** How to complete this task **
Find the line with "repository 5dc22dbaef5c3bdd" and the line with "drawn when the" in the entries below; output exactly those two lines, every line between them, and no others.

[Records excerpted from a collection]
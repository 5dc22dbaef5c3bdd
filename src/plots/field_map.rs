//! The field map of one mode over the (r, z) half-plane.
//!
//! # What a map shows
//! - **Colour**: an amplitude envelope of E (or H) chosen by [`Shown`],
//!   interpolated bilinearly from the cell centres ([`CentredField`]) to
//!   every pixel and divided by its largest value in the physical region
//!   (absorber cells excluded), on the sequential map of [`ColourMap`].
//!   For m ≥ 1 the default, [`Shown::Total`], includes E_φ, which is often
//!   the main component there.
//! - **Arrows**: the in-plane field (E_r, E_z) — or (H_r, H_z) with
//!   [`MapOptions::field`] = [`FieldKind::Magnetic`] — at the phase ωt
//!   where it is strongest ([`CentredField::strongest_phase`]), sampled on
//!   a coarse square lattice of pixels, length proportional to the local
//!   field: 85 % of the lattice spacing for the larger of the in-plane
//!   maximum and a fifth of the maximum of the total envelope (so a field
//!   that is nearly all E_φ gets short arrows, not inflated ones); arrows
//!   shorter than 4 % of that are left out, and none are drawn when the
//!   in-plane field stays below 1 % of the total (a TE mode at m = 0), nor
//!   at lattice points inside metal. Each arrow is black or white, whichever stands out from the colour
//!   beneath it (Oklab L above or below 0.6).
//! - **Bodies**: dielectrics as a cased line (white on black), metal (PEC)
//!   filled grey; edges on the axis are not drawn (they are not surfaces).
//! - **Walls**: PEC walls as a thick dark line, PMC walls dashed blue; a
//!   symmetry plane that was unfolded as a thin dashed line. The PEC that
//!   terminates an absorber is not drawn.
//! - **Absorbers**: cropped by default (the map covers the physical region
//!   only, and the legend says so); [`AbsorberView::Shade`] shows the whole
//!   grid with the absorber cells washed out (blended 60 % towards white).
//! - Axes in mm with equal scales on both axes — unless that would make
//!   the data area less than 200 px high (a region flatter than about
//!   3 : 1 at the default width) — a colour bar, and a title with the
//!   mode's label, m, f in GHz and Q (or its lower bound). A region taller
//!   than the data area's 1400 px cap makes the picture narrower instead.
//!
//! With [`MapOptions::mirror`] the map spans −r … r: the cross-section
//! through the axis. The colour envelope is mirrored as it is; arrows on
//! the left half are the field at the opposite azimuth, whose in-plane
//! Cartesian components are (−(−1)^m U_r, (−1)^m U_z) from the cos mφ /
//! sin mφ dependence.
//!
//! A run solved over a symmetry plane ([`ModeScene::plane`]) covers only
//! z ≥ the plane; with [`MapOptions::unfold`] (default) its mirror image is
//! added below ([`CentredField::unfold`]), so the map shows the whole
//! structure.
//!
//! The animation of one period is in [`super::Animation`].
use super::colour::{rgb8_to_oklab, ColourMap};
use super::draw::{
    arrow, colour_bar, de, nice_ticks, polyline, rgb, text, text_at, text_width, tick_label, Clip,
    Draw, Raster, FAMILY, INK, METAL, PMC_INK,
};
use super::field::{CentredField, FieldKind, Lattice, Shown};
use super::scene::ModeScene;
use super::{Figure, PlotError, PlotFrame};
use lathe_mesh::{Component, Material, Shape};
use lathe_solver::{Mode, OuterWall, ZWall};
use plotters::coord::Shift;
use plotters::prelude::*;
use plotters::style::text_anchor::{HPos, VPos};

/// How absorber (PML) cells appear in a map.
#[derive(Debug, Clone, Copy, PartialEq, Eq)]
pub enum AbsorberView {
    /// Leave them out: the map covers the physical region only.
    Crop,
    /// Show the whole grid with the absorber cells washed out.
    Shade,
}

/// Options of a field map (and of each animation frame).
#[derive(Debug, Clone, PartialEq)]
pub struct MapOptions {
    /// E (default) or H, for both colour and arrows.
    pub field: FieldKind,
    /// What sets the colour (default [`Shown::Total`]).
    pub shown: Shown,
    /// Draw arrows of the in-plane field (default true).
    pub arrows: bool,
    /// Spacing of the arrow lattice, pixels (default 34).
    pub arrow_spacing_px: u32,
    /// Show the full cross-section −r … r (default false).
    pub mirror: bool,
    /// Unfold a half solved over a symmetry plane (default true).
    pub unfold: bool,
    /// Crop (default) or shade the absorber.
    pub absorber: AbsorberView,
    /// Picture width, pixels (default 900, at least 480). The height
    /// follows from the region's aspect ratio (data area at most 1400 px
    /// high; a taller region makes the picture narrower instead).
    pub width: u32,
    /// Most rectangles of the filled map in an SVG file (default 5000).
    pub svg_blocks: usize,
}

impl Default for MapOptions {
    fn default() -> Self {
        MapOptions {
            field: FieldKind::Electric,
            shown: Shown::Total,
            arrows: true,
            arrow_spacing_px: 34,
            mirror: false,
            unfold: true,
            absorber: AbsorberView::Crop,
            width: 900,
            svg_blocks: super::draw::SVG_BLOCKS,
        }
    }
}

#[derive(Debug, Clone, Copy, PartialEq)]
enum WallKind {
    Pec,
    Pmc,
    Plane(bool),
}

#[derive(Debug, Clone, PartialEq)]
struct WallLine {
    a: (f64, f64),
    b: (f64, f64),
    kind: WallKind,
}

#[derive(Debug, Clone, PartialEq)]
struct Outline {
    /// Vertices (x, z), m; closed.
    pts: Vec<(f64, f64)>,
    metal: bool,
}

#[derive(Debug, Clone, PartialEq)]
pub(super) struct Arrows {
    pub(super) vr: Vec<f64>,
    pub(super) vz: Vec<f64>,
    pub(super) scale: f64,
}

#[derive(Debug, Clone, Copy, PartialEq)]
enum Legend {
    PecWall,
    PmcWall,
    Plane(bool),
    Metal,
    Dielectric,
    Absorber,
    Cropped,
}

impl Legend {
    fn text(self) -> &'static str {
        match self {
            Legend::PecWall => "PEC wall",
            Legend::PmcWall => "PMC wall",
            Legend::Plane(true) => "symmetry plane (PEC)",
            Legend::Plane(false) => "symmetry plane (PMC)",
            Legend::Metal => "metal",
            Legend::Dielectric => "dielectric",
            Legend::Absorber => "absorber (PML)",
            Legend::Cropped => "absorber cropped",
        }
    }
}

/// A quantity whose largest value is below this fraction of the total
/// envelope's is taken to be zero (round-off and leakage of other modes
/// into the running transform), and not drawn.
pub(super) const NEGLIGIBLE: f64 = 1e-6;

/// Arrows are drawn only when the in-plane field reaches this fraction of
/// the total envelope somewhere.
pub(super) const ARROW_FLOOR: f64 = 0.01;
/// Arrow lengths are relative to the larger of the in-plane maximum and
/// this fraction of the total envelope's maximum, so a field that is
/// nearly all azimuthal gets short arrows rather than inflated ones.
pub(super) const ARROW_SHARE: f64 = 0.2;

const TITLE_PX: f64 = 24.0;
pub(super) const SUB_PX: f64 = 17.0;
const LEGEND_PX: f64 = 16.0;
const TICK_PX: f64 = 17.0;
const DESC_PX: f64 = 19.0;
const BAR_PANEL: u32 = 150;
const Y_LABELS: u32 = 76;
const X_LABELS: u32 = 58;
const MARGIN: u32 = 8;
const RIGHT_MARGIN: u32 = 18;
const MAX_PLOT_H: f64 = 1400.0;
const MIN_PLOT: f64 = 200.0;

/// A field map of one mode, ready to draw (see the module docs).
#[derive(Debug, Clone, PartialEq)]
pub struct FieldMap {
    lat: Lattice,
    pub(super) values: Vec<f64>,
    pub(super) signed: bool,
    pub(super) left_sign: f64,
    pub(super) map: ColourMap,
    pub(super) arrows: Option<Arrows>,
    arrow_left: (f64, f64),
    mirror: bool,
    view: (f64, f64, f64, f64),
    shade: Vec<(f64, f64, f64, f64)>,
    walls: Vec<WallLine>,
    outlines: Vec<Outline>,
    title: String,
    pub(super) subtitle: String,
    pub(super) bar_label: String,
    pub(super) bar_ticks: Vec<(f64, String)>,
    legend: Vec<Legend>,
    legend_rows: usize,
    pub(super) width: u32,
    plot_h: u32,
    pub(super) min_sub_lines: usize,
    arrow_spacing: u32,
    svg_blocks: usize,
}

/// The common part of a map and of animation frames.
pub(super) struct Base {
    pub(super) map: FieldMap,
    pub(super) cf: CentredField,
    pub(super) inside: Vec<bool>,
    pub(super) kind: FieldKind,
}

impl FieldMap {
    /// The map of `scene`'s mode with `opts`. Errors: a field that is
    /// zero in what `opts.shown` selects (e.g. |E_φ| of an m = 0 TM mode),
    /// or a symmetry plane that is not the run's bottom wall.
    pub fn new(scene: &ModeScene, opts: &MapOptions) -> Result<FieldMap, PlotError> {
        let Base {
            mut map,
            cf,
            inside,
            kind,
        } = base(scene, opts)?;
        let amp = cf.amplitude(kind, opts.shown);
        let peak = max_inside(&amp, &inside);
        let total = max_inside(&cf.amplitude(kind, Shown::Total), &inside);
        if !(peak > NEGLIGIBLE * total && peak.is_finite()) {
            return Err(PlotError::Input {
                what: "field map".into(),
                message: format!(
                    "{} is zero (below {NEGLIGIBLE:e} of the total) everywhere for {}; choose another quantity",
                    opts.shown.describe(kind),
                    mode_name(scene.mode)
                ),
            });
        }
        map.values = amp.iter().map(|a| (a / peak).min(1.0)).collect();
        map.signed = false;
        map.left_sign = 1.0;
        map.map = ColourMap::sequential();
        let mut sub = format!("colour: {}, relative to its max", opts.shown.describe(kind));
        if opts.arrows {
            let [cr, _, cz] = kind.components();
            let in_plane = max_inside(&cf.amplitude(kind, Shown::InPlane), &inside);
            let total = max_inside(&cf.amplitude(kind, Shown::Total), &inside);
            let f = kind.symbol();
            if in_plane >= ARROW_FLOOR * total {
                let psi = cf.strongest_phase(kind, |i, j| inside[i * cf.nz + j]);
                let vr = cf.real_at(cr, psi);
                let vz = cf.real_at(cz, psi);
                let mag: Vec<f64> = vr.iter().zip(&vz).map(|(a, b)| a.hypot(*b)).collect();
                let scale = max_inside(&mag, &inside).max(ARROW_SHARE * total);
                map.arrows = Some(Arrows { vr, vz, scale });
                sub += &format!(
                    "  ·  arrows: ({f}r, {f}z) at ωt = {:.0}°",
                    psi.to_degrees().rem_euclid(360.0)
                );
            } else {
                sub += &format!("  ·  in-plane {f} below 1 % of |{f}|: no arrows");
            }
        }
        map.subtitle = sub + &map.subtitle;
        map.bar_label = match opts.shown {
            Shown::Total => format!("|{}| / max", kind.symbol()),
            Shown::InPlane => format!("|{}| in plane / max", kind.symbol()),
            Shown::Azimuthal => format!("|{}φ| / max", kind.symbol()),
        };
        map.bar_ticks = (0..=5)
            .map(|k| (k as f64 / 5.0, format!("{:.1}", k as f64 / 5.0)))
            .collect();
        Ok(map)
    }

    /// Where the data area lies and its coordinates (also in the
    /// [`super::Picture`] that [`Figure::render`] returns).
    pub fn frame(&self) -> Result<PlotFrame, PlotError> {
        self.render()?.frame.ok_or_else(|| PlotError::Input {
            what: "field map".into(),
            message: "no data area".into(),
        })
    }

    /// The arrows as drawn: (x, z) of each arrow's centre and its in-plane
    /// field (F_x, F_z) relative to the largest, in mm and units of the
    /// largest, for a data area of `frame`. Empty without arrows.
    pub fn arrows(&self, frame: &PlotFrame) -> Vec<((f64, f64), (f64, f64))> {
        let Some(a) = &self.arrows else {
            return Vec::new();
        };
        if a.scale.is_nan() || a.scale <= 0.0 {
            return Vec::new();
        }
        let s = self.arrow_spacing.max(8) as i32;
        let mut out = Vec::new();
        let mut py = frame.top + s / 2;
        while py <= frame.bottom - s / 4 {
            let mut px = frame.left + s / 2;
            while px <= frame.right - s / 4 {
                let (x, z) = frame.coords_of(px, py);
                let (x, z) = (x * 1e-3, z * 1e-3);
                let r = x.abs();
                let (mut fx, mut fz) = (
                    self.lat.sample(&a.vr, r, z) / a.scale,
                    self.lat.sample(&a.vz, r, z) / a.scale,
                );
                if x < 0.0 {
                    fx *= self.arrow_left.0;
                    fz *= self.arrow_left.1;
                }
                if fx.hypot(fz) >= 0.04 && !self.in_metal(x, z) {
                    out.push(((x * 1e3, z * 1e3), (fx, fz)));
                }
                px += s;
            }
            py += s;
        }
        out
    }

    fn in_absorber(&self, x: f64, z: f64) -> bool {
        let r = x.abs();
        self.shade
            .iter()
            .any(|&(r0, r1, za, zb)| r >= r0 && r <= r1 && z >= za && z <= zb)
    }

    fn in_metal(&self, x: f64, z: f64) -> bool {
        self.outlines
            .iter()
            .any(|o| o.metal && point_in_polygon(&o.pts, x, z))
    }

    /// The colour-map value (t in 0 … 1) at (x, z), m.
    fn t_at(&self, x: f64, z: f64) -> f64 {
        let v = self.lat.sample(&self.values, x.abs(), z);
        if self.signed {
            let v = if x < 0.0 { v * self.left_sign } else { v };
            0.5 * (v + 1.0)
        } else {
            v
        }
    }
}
==
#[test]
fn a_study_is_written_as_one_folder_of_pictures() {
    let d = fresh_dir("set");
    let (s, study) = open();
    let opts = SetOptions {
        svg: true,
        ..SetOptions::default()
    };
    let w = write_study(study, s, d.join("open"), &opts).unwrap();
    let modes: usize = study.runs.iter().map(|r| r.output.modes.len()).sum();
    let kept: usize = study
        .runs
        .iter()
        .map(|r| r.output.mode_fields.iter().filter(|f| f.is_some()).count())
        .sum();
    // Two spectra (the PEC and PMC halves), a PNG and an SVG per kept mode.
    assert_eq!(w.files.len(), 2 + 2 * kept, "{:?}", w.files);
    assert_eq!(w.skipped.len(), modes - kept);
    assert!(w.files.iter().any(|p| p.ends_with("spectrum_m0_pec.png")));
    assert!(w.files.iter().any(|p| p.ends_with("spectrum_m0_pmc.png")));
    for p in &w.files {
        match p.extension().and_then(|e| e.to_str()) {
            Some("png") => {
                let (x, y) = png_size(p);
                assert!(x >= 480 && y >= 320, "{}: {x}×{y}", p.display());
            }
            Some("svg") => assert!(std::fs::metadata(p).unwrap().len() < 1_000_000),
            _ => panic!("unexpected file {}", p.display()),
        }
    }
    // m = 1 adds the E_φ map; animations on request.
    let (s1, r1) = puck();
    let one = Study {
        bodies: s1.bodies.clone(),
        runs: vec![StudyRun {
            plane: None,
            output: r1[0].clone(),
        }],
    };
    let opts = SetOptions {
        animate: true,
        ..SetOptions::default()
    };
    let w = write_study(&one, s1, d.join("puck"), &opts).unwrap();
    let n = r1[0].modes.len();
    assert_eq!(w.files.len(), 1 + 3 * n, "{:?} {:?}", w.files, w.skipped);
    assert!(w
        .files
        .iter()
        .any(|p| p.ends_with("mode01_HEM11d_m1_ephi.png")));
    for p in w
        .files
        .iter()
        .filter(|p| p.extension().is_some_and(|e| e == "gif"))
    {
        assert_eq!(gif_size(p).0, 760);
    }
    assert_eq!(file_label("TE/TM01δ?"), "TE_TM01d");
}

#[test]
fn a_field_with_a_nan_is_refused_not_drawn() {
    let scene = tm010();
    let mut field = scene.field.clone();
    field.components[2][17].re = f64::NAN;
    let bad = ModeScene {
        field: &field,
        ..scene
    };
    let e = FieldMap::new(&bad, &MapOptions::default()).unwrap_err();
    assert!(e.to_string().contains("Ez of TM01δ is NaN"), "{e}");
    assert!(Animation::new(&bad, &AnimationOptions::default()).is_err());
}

** Output **
repository 5dc22dbaef5c3bdd
filename src/plots/field_map.rs
//! The field map of one mode over the (r, z) half-plane.
//!
//! # What a map shows
//! - **Colour**: an amplitude envelope of E (or H) chosen by [`Shown`],
//!   interpolated bilinearly from the cell centres ([`CentredField`]) to
//!   every pixel and divided by its largest value in the physical region
//!   (absorber cells excluded), on the sequential map of [`ColourMap`].
//!   For m ≥ 1 the default, [`Shown::Total`], includes E_φ, which is often
//!   the main component there.
//! - **Arrows**: the in-plane field (E_r, E_z) — or (H_r, H_z) with
//!   [`MapOptions::field`] = [`FieldKind::Magnetic`] — at the phase ωt
//!   where it is strongest ([`CentredField::strongest_phase`]), sampled on
//!   a coarse square lattice of pixels, length proportional to the local
//!   field: 85 % of the lattice spacing for the larger of the in-plane
//!   maximum and a fifth of the maximum of the total envelope (so a field
//!   that is nearly all E_φ gets short arrows, not inflated ones); arrows
//!   shorter than 4 % of that are left out, and none are drawn when the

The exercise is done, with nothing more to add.